Он быстро встал и пошел как раз в то время, когда сваебойцы брались за веревку, начиная работу. Я остался сидеть на камне, поглядывая на шумную суету, царившую вокруг меня, и на спокойное синевато-зеленое море.
Высокая фигура Коновалова, быстро шмыгая между людей, груд камня, дерева и тачек, исчезала вдали. Он шел, размахивая руками, одетый в синюю кретоновую блузу, которая была ему коротка и узка, в холщовые порты и в тяжелые опорки.
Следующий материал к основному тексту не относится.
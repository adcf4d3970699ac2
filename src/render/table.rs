//! Tables of results as CSV and JSON: equilibria, wells and the other lists
//! the core produces. One `Table` type, one CSV writer, one JSON writer; the
//! builders below only choose columns. Numbers keep full precision (the
//! shortest text that reads back as the same f64); a missing value is an
//! empty CSV field and a JSON null.

use crate::core::backbone::Backbone;
use crate::core::basin::{Basin, Erosion};
use crate::core::continuation::Sweep;
use crate::core::equilibria::{DegenerateShape, Equilibrium};
use crate::core::folds::FoldCurves;
use crate::core::melnikov::Melnikov;
use crate::core::orbit::Orbit;
use crate::core::section::Section;
use crate::core::wells::ConnectionKind;
use crate::core::wells::Well;
use crate::core::window::Window;
use crate::numbers;
use crate::request::LevelsResult;
use crate::scene::kind_name;
use serde_json::{Map, Value};

/// One cell.
#[derive(Clone, Debug, PartialEq)]
pub enum Cell {
    Number(f64),
    Integer(i64),
    Text(String),
    Empty,
}

impl From<f64> for Cell {
    fn from(v: f64) -> Self {
        Cell::Number(v)
    }
}

impl From<Option<f64>> for Cell {
    fn from(v: Option<f64>) -> Self {
        v.map_or(Cell::Empty, Cell::Number)
    }
}

impl From<usize> for Cell {
    fn from(v: usize) -> Self {
        i64::try_from(v).map_or(Cell::Empty, Cell::Integer)
    }
}

impl From<Option<usize>> for Cell {
    fn from(v: Option<usize>) -> Self {
        v.map_or(Cell::Empty, Cell::from)
    }
}

impl From<&str> for Cell {
    fn from(v: &str) -> Self {
        Cell::Text(v.to_string())
    }
}

/// A column: the key used in JSON and the CSV header text (name and unit).
#[derive(Clone, Debug, PartialEq)]
pub struct Column {
    pub key: String,
    pub header: String,
}

impl Column {
    pub fn new(key: &str, header: &str) -> Column {
        Column {
            key: key.to_string(),
            header: header.to_string(),
        }
    }

    /// A column whose key is also its header.
    pub fn plain(key: &str) -> Column {
        Column::new(key, key)
    }
}

/// Rows under named columns.
#[derive(Clone, Debug, PartialEq, Default)]
pub struct Table {
    pub columns: Vec<Column>,
    pub rows: Vec<Vec<Cell>>,
}

fn csv_field(text: &str) -> String {
    if text.contains([',', '"', '\n', '\r']) || text.starts_with(' ') || text.ends_with(' ') {
        format!("\"{}\"", text.replace('"', "\"\""))
    } else {
        text.to_string()
    }
}

impl Table {
    pub fn new(columns: Vec<Column>) -> Table {
        Table {
            columns,
            rows: Vec::new(),
        }
    }

    /// Add a row (missing trailing cells are empty, extra cells are dropped).
    pub fn push(&mut self, mut row: Vec<Cell>) {
        row.resize(self.columns.len(), Cell::Empty);
        self.rows.push(row);
    }

    /// CSV: a header row, then one line per row (RFC 4180 quoting).
    pub fn to_csv(&self) -> String {
        let mut out = String::new();
        let header: Vec<String> = self.columns.iter().map(|c| csv_field(&c.header)).collect();
        out.push_str(&header.join(","));
        out.push('\n');
        for row in &self.rows {
            let fields: Vec<String> = row
                .iter()
                .map(|c| match c {
                    Cell::Number(v) => numbers::exact(*v),
                    Cell::Integer(i) => i.to_string(),
                    Cell::Text(t) => csv_field(t),
                    Cell::Empty => String::new(),
                })
                .collect();
            out.push_str(&fields.join(","));
            out.push('\n');
        }
        out
    }

    /// JSON: an array of objects keyed by column key (non-finite numbers become null).
    pub fn to_json_value(&self) -> Value {
        let rows = self
            .rows
            .iter()
            .map(|row| {
                let mut obj = Map::new();
                for (col, cell) in self.columns.iter().zip(row) {
                    let v = match cell {
                        Cell::Number(v) => {
                            serde_json::Number::from_f64(*v).map_or(Value::Null, Value::Number)
                        }
                        Cell::Integer(i) => Value::from(*i),
                        Cell::Text(t) => Value::String(t.clone()),
                        Cell::Empty => Value::Null,
                    };
                    obj.insert(col.key.clone(), v);
                }
                Value::Object(obj)
            })
            .collect();
        Value::Array(rows)
    }

    /// Pretty-printed JSON text of `to_json_value`.
    pub fn to_json(&self) -> String {
        serde_json::to_string_pretty(&self.to_json_value()).unwrap_or_else(|_| "[]".to_string())
    }

    /// Columns for the parameter values, so every row says where it was computed.
    pub fn with_parameters(mut self, params: &[(String, f64)]) -> Table {
        let n = self.columns.len();
        for (name, _) in params {
            self.columns
                .push(Column::new(&format!("param_{name}"), name));
        }
        for row in &mut self.rows {
            row.truncate(n);
            row.extend(params.iter().map(|(_, v)| Cell::Number(*v)));
        }
        self
    }
}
Шапка русых кудрей колыхалась на его большой голове. Иногда он оборачивался назад и делал мне руками какие-то знаки. Весь он был какой-то новый, оживленный, спокойно-уверенный и сильный. Всюду вокруг него работали, трещало дерево, раскалывался камень, уныло визжали тачки, вздымались облака пыли, что-то с грохотом падало, и люди кричали, ругались, ухали и пели, точно стоная. Среди всей этой путаницы звуков и движений красивая фигура моего приятеля, удалявшегося куда-то твердыми шагами, очень резко выделялась, являясь как бы намеком на что-то, объясняющее Коновалова.